Kevin Kruth beendet seine besondere Karriere

Es läuft die 64. Minute in der finalen Saisonpartie der Borussia gegen den Mittelrheinliga-Meister SV Bergisch Gladbach. Im Stadion an der Ederener Straße brandet von allen Seiten Applaus auf, einzelne Freialdenhovener Anhänger stehen sogar auf. Der Grund: Gerade verlässt Kevin Kruth das Spielfeld, zum letzten Mal als aktiver Fußballer. Er winkt ins Publikum und verdrückt ein Tränchen bei einer innigen Umarmung mit Trainer Wilfried Hannes (Foto oben). Die Fans wissen: Hier geht jemand, der sich immer für Mannschaft und Verein eingesetzt hat, auch über die Schmerzgrenze hinaus.

Denn Kevin machte seit Monaten Arthrose dritten Grades im Knie zu schaffen. Hing er sich sonntags auf dem Platz rein, konnte er montags nicht mal Treppenstufen steigen. In der Hinrunde verspürte er schon Beschwerden, in der Rückserie musste er sich für die Spiele fitspritzen lassen. „Das funktionierte sechs Wochen problemlos, anschließend ging es aber wieder rapide bergab. Das war sehr hart für mich“, berichtet Kevin. Er hatte noch große Lust auf Fußball und den Wettbewerb, verlängerte zudem bereits seinen Vertrag. Doch nach reiflicher Überlegung und stets offener Absprache mit seinem Coach und Borussias Präsident Rolf Imdahl fiel der Entschluss zum Karriereende. „Es wäre Quälerei gewesen“, ist der Torjäger überzeugt. „Jedes Wochenende nur mit Medikamenten zu hantieren, hätte keinen Sinn gemacht. Indem ich mich irgendwie durchhangele, würde ich außerdem meinem Leistungsanspruch nicht gerecht werden und auch dem Team keinen Gefallen tun.“

So schloss der 33-Jährige seinen Lebensabschnitt des aktiven Fußballs, mit dem er rückblickend zufrieden ist. „Es lief sehr gut 15, 16 Jahre lang. Glück hatte ich vorrangig mit den fünf, für mich prägenden Jahren bei Fortuna Köln. Da habe ich viel gesehen und erlebt. Das war schon Wahnsinn.“ Zum langjährigen Zweitligisten zog es ihn nach seinen Jugendstationen FC Düren-Niederau und Alemannia Aachen sowie den ersten Seniorenjahren beim GFC Düren 09. In der Südstadt wurde der „Dürener Jung“ eines der Aushängeschilder um die Aufstiege 2008 (in die inzwischen aufgelöste NRW-Liga) und 2011 (in die Regionalliga). Kevin lernte dort „zahlreiche sympathische und unterschiedliche Menschen“ kennen, mit denen er immer noch Kontakt pflegt. Erst vor wenigen Wochen unterstützte er den Klub mit Sohn Tom im Drittliga-Abstiegskampf auf der Tribüne.

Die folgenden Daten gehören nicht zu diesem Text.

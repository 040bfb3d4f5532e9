"""Pieces several verbs share: the ``--design`` option and what a design reads.

Code runs only when the user names it: ``check``, ``refine`` and ``simulate``
import a model given with ``--model`` or named in a design file given with
``--design``, never one named inside a family file (see
:func:`schedule.check.spec_for_family`).
"""

from __future__ import annotations

import sys

import click

__all__ = ["design_option", "design_inputs", "code_notes", "progress_bar"]

design_option = click.option(
    "--design", "design_file", type=click.Path(dir_okay=False), default=None,
    help="Design file whose model entries (source.model / model_file / nonlinear_model) may "
         "be imported: normally the file the family was built from. The design stored inside "
         "a family file is data and never chooses code to run.")


def progress_bar(quiet: bool = False, first: str | None = None):
    """The verb's :class:`schedule.progress.ProgressBar` (stderr), closed when the command
    ends, also on an error before its message is printed; ``first`` opens a stage line at
    once (reading the inputs and importing the model come before any counted stage)."""
    from ..progress import ProgressBar, stage_line

    bar = ProgressBar(enabled=False if quiet else None)
    ctx = click.get_current_context(silent=True)
    if ctx is not None:
        # closed while an error propagates: clear the line for the error's message
        ctx.call_on_close(lambda: bar.close(erase=isinstance(sys.exc_info()[1], Exception)))
    if first:
        stage_line(bar, first)
    return bar


def design_inputs(spec) -> list:
    """The files a design reads (operating points, model file, validation points)."""
    if spec is None:
        return []
    src = spec.source
    return [src.operating_points, src.model_file, src.validation]


def code_notes(family, spec, design_file) -> list[str]:
    """Notes for the user: code named by the stored design and not imported; a --design
    file that differs from the stored design."""
    from ..sources import ignored_code_note

    notes = []
    note = ignored_code_note(spec)
    if note:
        notes.append(note)
    if design_file is not None and family.design_text and spec is not None:
        from ..design_file import load_design

        if load_design(design_file).text.removeprefix("\ufeff") != \
                family.design_text.removeprefix("\ufeff"):
            notes.append(f"the design file {design_file} differs from the design stored in the "
                         "family; only its model entries were used")
    return notes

„Er ist die Verkörperung der damaligen Fortuna-Zeit, brachte stets vollen Einsatz und war nah zu uns Fans. Sein Vater, seine Frau Nicole und sein Bruder waren früher immer mit dabei“, erzählt Kölns Fanbeauftragter Ingolf Stollens. Kevins Stil kam an bei der Anhängerschaft des Traditionsvereins, die Charaktere hochleben lässt, die sich gefühlt für ihre Farben zerreißen. Dass Kevin dazuzählt, vermittelten ihm die Fortuna-Supporter auch beim Pokalduell in Freialdenhoven (Foto links), als sie den Stürmer mit Sprechchören bedachten, obwohl er für die Borussia und damit den Gegner auflief. „Ich bin nie der Filigrane gewesen, der drei, vier Übersteiger macht, sondern ich musste mir alles hart erkämpfen und erarbeiten.“ Vornehmlich auf diese Art wurde er 2009 mit 21 Toren Zweiter in der Torschützenliste der NRW-Liga. Dabei war der Versicherungsfachwirt zeitweise der Einzige im Kölner Kader, der neben dem Fußball einen regulären Job ausübte – halbtags, unweit des Vereinsgeländes. Als einen seiner größten Momente bei der Fortuna bezeichnet er das Jokertor im WM-Stadion auf dem Betzenberg, in der Nachspielzeit gegen die Zweitvertretung des 1. FC Kaiserslautern.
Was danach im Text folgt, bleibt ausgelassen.